Algérie54: Comment analysez-vous la dynamique actuelle de l’Algérie en matière d’ouverture vers les marchés africains ?
Moussa Boukrif : La dynamique est réelle mais doit être consolidée. Le gouvernement a mis en place des facilités intéressantes : exonérations fiscales pour les produits exportés, soutien à la participation aux foires internationales, et lignes de refinancement pour les banques publiques. Cependant, pour que cette ouverture soit durable, les entreprises doivent cesser de considérer l’exportation comme une simple exploration épisodique. Elle doit devenir une véritable stratégie de développement, intégrée dès la conception du produit. Cela passe par la création de services exportation internalisés dans chaque entreprise, seuls garants d’une prospection continue, d’une veille normative et d’un suivi client sur les marchés cibles.
3. Dans quelle mesure l’Algérie parvient-elle à renforcer sa présence économique sur le continent africain ?
Moussa Boukrif: Partiellement, mais avec des avancées notables. La présence algérienne se renforce lentement, et pour l’accélérer, il faut activer davantage la diplomatie économique. Les ambassades et les représentations commerciales doivent être en première ligne pour lever les blocages, identifier les opportunités et protéger les investisseurs algériens.
Par ailleurs, les chambres de commerce doivent être présentes sur le terrain, aux côtés des entreprises, avec des antennes locales dans les pays cibles, en coordination avec les banques pour faciliter les transactions. L’harmonisation des règlements douaniers entre pays africains, dans le cadre de la ZLECAf, est également une priorité absolue pour fluidifier les échanges.

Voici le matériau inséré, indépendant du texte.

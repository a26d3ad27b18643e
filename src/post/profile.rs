//! Machine profiles: what one kind of machine needs written into its programs, read from TOML.
//!
//! # Units
//!
//! Every length, height, feed and travel limit in a profile is in the profile's own `units`
//! (`mm` or `in`; feeds per minute). conicut works in millimetres inside and converts to the
//! profile's units only when it writes the program.
//!
//! # Keys
//!
//! `machine-profiles/` holds a complete, commented example for each kind of machine
//! (`metric-mill.toml`, `inch-router.toml`, `laser.toml`, `plasma.toml`, `waterjet.toml`). Unknown
//! keys are refused so that a misspelt key does not silently fall back to a default, and so are
//! keys of another kind of machine (a `pierce_height` in a mill profile, a `spindle_on` in a
//! laser profile).
//!
//! | key | kinds | meaning |
//! |---|---|---|
//! | `name`, `kind`, `units` | all | a short name; `mill`, `router`, `laser`, `plasma`, `waterjet`; `mm` or `in` |
//! | `arc_form` | all | `centre` (G2/G3 with I, J) or `lines` (G1 only) |
//! | `xy_decimals`, `z_decimals`, `feed_decimals` | all | digits after the point (defaults 4, 3, 1 in mm; 5, 4, 2 in inch) |
//! | `line_numbers` | all | `N10`, `N20`, … on every block (default false) |
//! | `comment_style` | all | `parentheses` (default, NISTIR 6556 §3.3.4) or `semicolon` |
//! | `dwell_unit` | all | `seconds` (default, NISTIR 6556 §3.5.4) or `milliseconds` for `G4 P` |
//! | `start_block`, `end_block` | all | blocks after the modal line, and before `M30` |
//! | `spindle_on`, `spindle_off`, `spindle_speed`, `max_spindle_speed`, `spindle_delay` | mill, router | spindle words, rpm, seconds |
//! | `retract_height`, `default_depth` | mill, router | plunge start height; depth when the user gives none |
//! | `beam_on`/`beam_off`, `torch_on`/`torch_off`, `jet_on`/`jet_off` | laser, plasma, waterjet | the words that switch the process |
//! | `pierce_dwell`, `pierce_height`, `cut_height`, `kerf_width` | laser, plasma, waterjet | seconds; heights above the sheet; the kerf |
//! | `cut_feed`, `plunge_feed`, `max_feed`, `rapid_feed`, `acceleration` | all | per minute; acceleration per second squared |
//! | `safe_height`, `[travel]` | all | clearance height; the envelope `x_min` … `z_max` |
//! | `lead` | all | the lead-in's shape: `straight` (default), `line`, `arc` or `line-arc` |
//! | `lead_length`, `lead_radius` | all | the lead's straight part and arc radius (a line lead needs a length above 0, an arc lead a radius above 0; mills and routers: an arc wider than the tool, NISTIR 6556 App. B.3.1) |
//! | `overcut`, `lead_out` | all | how far past the start the path is cut again (default 0); whether to leave by the mirrored lead (default: true unless the lead is straight) |
//! | `pierce_clearance` | laser, plasma, waterjet | the pierce point's least distance from every finished edge: one kerf plus the pierce crater (default 0: the kerf's half-width only) |
//!
//! Lead keys left out give the behaviour of earlier versions: a straight move from the plunge or
//! pierce point, no overcut, no lead-out. The bundled profiles set them (common practice,
//! docs/sources.md P4.3).

use crate::plan::{LeadKind, LeadOptions};
use serde::Deserialize;
use std::fmt;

4. Quels sont les secteurs les plus compétitifs et les contraintes à lever ?
Moussa Boukrif : Secteurs compétitifs :
· Matériaux de construction (ciment, fer)
· Agroalimentaire (dattes, huile d’olive, conserves)
· Engrais et produits chimiques
· Services BTP et ingénierie
Principales contraintes à lever :
· Logistique : absence de lignes maritimes régulières et de hub régionaux.
· Normes : maîtrise insuffisante des normes internationales (ISO, CODEX, normes européennes) par les producteurs, ce qui crée des barrières techniques à l’entrée.
· Formation : pénurie de compétences dans les métiers liés à l’exportation (droit douanier, logistique internationale, packaging normé, commerce interafricain).
· Structuration : les entreprises restent trop isolées. Il est urgent de créer des clusters et groupes d’entreprises pour mutualiser les moyens, partager les risques, négocier collectivement les transports et accéder plus facilement aux financements.
Algérie54: Au-delà de l’Afrique, comment l’Algérie peut-elle mieux s’insérer dans les échanges internationaux ?
Moussa Boukrif : Pour s’insérer durablement, l’Algérie doit viser des marchés exigeants comme l’Europe. Cela suppose une planification de la production notamment dans le secteur agricole dédiée à l’exportation dès l’amont. Il ne s’agit plus d’exporter des surplus, mais de produire spécifiquement pour le marché européen, en respectant ses normes sanitaires, environnementales et sociales.
Cela implique :
· Une montée en compétence des producteurs sur la maîtrise des normes (GlobalGAP, Bio, traçabilité).
· Une offre de formation structurée sur les métiers de l’exportation.
· Un accompagnement sur place par des représentants des chambres de commerce et des banques algériennes dans les pays cibles.
· Une harmonisation douanière et une diplomatie économique offensive.
En résumé, l’internationalisation de l’économie algérienne passe par cinq chantiers : stratégie d’entreprise, planification export, normes, logistique, et mutualisation des moyens. C’est à ce prix que l’Algérie passera du statut d’exportateur occasionnel à celui d’acteur structurant du commerce mondial.